YOUR GOAL:
Where in the listing does the word "previousStressKpa" appear? Report each line that holds it.

TASK INPUT:
^^^^^^^^^^^^^^^^
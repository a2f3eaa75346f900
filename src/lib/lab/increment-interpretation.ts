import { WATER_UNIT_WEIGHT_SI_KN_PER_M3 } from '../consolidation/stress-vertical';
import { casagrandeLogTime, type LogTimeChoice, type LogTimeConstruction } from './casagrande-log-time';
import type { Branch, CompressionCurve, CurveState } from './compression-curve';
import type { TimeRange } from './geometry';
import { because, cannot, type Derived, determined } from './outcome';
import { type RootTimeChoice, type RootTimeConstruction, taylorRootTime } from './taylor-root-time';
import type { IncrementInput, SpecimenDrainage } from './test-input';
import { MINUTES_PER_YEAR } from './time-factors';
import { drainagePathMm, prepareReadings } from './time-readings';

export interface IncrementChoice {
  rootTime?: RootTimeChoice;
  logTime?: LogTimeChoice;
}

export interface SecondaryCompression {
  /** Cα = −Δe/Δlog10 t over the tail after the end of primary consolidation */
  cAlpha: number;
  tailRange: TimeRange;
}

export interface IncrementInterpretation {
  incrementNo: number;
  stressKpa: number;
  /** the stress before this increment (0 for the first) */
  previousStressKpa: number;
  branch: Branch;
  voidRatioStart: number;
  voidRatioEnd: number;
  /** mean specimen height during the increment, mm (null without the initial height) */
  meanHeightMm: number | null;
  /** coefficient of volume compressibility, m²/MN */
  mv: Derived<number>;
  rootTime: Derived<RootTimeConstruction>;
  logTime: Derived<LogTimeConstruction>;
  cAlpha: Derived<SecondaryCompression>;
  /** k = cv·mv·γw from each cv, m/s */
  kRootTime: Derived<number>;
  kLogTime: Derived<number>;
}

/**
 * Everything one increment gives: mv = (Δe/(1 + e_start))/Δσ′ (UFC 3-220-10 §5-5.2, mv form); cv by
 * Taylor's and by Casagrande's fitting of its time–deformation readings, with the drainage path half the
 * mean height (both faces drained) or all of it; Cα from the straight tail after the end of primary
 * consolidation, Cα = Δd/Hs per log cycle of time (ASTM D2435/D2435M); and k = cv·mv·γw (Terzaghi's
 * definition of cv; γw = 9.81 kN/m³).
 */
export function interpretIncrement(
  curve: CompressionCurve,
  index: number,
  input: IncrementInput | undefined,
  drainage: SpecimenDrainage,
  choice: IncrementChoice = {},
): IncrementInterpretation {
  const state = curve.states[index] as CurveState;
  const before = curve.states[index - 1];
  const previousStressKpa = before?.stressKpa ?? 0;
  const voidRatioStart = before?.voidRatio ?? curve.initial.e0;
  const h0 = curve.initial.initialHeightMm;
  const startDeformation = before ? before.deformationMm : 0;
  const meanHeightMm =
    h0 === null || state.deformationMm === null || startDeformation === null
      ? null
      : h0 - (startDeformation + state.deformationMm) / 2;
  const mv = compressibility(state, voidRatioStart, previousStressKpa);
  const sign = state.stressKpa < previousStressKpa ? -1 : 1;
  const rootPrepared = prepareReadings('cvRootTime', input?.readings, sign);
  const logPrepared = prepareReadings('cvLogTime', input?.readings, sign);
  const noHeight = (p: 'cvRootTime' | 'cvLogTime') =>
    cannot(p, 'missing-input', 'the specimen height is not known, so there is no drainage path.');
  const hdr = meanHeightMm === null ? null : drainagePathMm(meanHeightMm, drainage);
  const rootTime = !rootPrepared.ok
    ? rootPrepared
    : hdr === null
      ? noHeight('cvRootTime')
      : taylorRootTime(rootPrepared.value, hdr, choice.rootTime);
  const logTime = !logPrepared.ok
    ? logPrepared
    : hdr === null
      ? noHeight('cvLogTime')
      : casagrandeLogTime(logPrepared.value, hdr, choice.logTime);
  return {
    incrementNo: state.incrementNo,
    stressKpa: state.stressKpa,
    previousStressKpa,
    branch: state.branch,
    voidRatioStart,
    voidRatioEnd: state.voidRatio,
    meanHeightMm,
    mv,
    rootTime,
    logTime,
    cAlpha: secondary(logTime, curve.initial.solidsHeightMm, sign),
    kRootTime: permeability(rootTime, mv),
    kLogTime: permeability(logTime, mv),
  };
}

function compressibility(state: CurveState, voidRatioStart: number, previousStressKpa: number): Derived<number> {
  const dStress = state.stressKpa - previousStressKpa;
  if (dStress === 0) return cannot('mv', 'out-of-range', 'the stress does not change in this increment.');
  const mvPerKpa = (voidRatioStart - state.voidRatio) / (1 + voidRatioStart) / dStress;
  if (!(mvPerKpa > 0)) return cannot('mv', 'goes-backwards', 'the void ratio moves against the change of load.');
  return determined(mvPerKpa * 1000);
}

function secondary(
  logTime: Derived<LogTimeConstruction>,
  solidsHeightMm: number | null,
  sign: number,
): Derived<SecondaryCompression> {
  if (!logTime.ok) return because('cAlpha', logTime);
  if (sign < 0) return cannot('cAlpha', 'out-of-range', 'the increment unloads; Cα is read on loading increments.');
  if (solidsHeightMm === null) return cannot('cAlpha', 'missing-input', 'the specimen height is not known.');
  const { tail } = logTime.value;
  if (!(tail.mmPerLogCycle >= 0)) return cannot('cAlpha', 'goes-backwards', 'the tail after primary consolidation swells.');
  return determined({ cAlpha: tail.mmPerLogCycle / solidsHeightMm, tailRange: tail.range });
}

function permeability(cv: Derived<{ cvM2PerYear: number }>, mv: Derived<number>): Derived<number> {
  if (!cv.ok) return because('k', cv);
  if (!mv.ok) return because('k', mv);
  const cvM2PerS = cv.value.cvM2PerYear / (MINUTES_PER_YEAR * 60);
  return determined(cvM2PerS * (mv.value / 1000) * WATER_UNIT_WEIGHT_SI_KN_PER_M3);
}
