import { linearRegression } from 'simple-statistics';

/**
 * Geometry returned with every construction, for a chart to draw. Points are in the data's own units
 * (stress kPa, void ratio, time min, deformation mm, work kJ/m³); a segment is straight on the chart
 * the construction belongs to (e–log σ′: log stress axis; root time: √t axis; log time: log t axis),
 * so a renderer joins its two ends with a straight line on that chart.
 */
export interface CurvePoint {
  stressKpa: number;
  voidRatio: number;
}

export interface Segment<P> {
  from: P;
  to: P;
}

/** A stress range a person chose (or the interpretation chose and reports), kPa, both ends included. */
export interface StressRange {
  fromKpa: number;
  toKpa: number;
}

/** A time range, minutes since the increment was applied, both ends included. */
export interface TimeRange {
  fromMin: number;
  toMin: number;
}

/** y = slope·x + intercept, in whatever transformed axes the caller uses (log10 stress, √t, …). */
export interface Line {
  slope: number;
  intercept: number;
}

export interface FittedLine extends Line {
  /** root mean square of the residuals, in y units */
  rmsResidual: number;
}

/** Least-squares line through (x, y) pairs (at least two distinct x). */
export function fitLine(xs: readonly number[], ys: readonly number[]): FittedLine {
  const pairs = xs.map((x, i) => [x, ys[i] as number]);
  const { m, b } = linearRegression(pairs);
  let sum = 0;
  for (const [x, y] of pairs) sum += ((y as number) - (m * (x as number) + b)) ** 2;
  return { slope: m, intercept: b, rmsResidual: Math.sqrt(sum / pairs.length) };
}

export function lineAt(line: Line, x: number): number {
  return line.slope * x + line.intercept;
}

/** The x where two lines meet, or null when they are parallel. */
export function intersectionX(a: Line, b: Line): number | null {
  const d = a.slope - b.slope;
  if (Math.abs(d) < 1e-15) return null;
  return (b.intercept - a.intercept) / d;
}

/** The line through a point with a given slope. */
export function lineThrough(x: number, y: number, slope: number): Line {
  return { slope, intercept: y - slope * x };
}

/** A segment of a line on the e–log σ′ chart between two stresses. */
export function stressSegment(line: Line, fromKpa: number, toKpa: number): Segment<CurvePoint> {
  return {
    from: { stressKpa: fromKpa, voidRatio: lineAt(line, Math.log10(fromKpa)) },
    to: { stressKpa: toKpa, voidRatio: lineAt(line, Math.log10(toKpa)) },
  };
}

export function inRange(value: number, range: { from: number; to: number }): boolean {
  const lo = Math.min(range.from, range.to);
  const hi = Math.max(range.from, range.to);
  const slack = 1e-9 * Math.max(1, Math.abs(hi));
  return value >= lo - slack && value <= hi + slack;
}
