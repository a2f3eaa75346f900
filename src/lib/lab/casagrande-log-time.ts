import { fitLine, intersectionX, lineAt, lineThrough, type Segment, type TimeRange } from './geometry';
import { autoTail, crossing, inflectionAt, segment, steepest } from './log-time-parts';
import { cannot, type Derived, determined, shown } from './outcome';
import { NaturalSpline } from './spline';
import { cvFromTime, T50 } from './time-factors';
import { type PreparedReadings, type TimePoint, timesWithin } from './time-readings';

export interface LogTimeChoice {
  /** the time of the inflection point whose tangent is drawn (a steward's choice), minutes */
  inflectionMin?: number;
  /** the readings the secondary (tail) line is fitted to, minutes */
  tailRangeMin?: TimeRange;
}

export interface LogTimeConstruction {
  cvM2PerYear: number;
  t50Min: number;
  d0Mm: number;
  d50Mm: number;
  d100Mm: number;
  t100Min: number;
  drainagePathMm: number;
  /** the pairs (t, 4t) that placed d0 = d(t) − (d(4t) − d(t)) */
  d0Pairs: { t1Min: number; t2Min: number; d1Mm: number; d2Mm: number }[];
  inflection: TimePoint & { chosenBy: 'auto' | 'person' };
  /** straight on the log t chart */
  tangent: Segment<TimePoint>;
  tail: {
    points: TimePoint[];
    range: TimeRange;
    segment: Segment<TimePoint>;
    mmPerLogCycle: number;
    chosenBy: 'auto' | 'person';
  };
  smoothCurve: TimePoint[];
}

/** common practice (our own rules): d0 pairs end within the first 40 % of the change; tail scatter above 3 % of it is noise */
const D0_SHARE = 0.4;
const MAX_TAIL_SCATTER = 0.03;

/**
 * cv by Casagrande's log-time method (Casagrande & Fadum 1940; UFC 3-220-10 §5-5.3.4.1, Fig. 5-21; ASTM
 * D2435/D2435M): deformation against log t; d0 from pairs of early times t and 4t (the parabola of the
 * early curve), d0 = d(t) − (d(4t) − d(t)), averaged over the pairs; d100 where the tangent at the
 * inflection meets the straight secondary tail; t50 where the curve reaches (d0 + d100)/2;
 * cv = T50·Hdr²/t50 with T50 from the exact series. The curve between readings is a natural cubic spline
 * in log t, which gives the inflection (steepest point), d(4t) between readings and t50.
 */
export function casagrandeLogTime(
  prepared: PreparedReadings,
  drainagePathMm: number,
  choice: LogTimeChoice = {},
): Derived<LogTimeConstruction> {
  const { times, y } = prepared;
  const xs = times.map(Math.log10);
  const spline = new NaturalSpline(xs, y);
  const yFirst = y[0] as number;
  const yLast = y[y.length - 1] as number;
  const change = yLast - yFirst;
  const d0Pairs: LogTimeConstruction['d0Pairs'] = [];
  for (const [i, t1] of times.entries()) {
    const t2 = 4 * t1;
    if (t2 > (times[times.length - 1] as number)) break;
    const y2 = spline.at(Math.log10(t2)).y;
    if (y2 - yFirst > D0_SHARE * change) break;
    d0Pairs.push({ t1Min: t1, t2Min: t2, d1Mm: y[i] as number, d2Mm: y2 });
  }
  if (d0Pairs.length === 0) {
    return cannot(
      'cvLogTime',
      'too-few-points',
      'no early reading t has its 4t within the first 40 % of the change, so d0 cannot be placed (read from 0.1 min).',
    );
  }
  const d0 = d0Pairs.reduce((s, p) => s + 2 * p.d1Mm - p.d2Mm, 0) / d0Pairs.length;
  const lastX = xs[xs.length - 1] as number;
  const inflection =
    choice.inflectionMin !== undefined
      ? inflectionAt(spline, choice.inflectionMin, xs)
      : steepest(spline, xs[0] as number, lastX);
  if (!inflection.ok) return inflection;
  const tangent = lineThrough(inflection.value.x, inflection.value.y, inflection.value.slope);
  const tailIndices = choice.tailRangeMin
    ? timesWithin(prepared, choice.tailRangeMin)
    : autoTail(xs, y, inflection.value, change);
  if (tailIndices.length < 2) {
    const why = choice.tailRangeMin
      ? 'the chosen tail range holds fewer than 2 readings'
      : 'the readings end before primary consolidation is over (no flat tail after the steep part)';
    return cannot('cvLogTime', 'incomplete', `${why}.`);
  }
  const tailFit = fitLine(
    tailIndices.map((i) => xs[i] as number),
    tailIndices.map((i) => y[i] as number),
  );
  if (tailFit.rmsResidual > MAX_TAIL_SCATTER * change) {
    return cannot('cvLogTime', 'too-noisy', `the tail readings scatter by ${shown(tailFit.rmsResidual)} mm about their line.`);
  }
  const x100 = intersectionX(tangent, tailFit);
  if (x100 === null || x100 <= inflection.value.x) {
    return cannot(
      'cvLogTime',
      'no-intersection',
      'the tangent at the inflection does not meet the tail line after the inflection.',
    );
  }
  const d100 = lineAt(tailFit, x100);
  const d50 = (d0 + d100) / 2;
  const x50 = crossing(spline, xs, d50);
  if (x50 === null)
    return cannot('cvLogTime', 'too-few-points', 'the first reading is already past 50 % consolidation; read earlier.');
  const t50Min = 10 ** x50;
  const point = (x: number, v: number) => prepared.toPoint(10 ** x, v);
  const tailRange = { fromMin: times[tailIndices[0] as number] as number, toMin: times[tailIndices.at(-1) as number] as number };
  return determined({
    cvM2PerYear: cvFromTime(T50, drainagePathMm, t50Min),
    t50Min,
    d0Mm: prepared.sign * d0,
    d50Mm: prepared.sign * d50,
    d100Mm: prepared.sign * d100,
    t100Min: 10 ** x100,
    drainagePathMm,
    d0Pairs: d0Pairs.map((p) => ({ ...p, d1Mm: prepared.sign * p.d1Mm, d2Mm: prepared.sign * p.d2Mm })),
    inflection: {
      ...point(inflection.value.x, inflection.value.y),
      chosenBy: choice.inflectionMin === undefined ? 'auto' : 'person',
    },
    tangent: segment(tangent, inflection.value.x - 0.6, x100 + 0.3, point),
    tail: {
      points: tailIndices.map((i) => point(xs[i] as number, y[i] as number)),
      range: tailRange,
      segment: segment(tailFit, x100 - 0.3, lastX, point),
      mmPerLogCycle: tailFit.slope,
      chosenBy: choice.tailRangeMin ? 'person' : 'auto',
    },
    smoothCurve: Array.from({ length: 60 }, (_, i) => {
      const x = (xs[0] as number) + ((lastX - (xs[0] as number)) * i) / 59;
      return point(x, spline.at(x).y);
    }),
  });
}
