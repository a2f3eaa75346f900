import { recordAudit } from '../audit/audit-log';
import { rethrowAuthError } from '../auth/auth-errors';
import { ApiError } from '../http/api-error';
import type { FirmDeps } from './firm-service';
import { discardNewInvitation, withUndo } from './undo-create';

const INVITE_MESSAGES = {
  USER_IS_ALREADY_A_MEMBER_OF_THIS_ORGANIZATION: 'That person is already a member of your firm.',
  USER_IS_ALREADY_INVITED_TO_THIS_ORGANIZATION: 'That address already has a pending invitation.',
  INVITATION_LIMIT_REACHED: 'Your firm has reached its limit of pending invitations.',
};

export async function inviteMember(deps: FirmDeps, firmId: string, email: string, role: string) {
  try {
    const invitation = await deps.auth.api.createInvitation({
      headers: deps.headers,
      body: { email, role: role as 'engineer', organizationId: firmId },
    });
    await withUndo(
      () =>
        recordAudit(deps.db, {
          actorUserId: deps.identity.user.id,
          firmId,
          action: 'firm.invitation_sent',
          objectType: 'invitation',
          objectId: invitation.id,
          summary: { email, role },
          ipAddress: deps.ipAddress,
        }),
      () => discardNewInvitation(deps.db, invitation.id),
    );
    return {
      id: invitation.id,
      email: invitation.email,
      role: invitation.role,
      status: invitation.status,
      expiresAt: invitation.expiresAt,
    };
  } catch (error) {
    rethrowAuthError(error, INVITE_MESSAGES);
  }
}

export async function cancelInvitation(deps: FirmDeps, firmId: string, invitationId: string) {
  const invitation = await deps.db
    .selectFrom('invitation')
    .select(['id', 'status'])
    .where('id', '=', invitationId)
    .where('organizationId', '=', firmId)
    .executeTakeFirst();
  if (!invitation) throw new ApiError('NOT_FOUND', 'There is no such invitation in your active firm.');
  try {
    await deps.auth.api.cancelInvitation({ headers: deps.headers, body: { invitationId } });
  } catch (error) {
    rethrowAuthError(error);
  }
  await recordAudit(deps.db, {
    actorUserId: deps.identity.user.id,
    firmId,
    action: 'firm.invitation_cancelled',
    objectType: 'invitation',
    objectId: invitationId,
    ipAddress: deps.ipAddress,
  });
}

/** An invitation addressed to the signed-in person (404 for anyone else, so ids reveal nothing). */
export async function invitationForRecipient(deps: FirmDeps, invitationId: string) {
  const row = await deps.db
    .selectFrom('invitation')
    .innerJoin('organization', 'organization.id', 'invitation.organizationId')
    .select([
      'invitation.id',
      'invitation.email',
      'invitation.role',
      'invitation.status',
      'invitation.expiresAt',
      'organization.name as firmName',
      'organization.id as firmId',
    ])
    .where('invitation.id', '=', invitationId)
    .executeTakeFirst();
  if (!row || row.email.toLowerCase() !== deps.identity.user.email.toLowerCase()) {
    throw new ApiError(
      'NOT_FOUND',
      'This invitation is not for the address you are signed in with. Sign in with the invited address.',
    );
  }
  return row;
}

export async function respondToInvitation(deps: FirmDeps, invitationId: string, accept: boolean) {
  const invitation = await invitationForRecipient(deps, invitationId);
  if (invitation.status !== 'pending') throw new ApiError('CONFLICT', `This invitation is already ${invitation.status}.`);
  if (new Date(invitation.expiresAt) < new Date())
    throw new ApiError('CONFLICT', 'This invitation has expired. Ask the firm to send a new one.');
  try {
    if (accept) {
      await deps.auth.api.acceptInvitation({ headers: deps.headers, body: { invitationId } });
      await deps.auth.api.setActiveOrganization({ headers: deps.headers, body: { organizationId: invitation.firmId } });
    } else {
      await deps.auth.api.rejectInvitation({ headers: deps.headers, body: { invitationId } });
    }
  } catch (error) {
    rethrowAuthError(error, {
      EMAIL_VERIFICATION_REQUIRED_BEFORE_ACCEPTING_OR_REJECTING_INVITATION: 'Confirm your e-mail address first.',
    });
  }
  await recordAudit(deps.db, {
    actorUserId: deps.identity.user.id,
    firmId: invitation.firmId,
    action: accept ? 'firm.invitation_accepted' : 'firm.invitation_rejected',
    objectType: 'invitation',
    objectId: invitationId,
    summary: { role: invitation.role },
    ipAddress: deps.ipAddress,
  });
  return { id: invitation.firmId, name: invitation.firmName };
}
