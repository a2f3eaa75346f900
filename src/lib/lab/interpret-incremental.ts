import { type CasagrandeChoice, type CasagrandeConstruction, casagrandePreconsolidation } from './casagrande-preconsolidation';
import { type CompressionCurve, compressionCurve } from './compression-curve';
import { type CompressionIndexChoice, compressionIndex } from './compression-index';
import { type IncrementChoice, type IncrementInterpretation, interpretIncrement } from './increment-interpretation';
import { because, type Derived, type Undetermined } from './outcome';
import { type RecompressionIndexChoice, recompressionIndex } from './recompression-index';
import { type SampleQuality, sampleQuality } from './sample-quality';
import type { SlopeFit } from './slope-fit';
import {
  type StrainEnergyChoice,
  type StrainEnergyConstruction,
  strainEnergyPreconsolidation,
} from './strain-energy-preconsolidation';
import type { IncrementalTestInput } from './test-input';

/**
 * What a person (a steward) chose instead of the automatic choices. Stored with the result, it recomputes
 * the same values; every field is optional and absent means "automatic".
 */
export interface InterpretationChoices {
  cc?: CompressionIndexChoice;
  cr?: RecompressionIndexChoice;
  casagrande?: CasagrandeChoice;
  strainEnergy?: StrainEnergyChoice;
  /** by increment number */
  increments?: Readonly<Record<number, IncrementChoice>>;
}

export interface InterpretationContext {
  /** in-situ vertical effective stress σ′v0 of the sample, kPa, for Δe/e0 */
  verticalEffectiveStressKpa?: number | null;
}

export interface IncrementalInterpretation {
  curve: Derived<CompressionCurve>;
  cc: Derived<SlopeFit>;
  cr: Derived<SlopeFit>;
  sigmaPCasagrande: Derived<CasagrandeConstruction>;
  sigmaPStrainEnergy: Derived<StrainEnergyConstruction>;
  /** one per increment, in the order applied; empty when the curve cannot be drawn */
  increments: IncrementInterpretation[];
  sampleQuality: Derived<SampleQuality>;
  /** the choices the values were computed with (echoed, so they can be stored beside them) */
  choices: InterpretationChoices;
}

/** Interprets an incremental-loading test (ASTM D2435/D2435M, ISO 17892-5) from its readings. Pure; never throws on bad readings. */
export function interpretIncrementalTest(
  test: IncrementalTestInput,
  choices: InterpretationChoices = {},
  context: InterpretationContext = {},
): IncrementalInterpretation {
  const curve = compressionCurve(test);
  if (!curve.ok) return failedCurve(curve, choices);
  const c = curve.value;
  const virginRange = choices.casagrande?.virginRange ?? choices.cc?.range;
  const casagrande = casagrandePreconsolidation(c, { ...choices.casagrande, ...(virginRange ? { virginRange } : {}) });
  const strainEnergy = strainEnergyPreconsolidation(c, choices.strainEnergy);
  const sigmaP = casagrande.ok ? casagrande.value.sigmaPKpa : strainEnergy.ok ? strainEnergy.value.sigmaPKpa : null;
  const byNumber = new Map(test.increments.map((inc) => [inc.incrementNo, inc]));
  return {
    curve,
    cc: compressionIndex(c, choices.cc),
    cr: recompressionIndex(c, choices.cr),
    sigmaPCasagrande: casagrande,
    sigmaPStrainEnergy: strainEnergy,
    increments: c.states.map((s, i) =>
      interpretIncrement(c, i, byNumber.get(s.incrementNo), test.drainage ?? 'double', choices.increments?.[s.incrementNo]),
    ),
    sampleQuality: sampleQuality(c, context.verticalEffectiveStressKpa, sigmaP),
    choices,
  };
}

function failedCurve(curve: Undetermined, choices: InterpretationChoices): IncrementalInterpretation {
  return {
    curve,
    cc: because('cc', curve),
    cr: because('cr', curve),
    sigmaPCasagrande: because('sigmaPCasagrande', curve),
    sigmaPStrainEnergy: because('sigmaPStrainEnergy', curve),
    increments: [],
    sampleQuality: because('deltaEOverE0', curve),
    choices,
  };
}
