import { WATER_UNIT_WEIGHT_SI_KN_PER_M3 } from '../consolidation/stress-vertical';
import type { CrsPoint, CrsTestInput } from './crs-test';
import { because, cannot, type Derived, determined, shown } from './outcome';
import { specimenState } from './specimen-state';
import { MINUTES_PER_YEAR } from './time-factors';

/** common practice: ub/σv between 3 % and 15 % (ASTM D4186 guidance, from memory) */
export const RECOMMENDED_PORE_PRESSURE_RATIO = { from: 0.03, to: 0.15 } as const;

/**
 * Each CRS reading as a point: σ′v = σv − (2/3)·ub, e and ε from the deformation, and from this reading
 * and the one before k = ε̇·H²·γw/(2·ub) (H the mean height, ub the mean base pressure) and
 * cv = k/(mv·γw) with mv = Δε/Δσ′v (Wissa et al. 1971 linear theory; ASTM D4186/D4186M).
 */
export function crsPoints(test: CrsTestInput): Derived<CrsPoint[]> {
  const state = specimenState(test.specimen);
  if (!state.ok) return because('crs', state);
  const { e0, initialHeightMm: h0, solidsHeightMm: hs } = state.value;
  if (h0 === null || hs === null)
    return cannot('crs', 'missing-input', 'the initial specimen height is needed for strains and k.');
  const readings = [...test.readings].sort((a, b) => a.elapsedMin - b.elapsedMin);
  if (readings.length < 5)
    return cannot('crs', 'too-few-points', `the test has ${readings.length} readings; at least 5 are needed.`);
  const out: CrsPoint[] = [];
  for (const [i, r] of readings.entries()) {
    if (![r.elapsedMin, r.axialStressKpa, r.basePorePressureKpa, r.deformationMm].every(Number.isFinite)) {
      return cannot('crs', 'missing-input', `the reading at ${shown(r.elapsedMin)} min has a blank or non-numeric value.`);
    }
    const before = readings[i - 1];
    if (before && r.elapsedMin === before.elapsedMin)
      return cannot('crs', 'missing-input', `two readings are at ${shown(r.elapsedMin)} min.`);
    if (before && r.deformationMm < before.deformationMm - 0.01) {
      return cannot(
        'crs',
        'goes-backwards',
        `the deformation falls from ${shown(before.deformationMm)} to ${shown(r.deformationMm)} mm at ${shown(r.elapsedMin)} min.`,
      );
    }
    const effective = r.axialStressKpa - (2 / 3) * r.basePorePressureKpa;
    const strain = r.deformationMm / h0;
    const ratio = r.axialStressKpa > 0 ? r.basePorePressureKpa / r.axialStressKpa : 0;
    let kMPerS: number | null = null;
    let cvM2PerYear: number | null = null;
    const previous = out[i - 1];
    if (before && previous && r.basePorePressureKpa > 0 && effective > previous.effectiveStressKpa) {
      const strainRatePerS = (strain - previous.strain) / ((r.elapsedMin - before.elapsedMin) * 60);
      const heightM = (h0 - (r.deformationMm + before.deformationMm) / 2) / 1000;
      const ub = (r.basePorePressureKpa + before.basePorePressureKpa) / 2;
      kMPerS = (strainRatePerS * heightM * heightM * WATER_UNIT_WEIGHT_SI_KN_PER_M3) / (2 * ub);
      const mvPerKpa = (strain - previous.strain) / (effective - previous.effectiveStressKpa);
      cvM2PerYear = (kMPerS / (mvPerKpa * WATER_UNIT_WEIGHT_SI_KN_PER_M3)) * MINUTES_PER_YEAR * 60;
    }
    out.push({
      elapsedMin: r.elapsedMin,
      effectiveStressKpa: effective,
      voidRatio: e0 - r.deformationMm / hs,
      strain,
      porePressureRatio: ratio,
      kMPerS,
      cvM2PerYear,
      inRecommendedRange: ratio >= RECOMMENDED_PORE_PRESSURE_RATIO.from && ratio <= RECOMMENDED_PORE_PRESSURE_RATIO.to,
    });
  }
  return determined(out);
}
^^^^^^^^^^^^^^^^
EXERCISE ANSWER:
  previousStressKpa: number;
  const previousStressKpa = before?.stressKpa ?? 0;
  const mv = compressibility(state, voidRatioStart, previousStressKpa);
  const sign = state.stressKpa < previousStressKpa ? -1 : 1;
    previousStressKpa,
function compressibility(state: CurveState, voidRatioStart: number, previousStressKpa: number): Derived<number> {
  const dStress = state.stressKpa - previousStressKpa;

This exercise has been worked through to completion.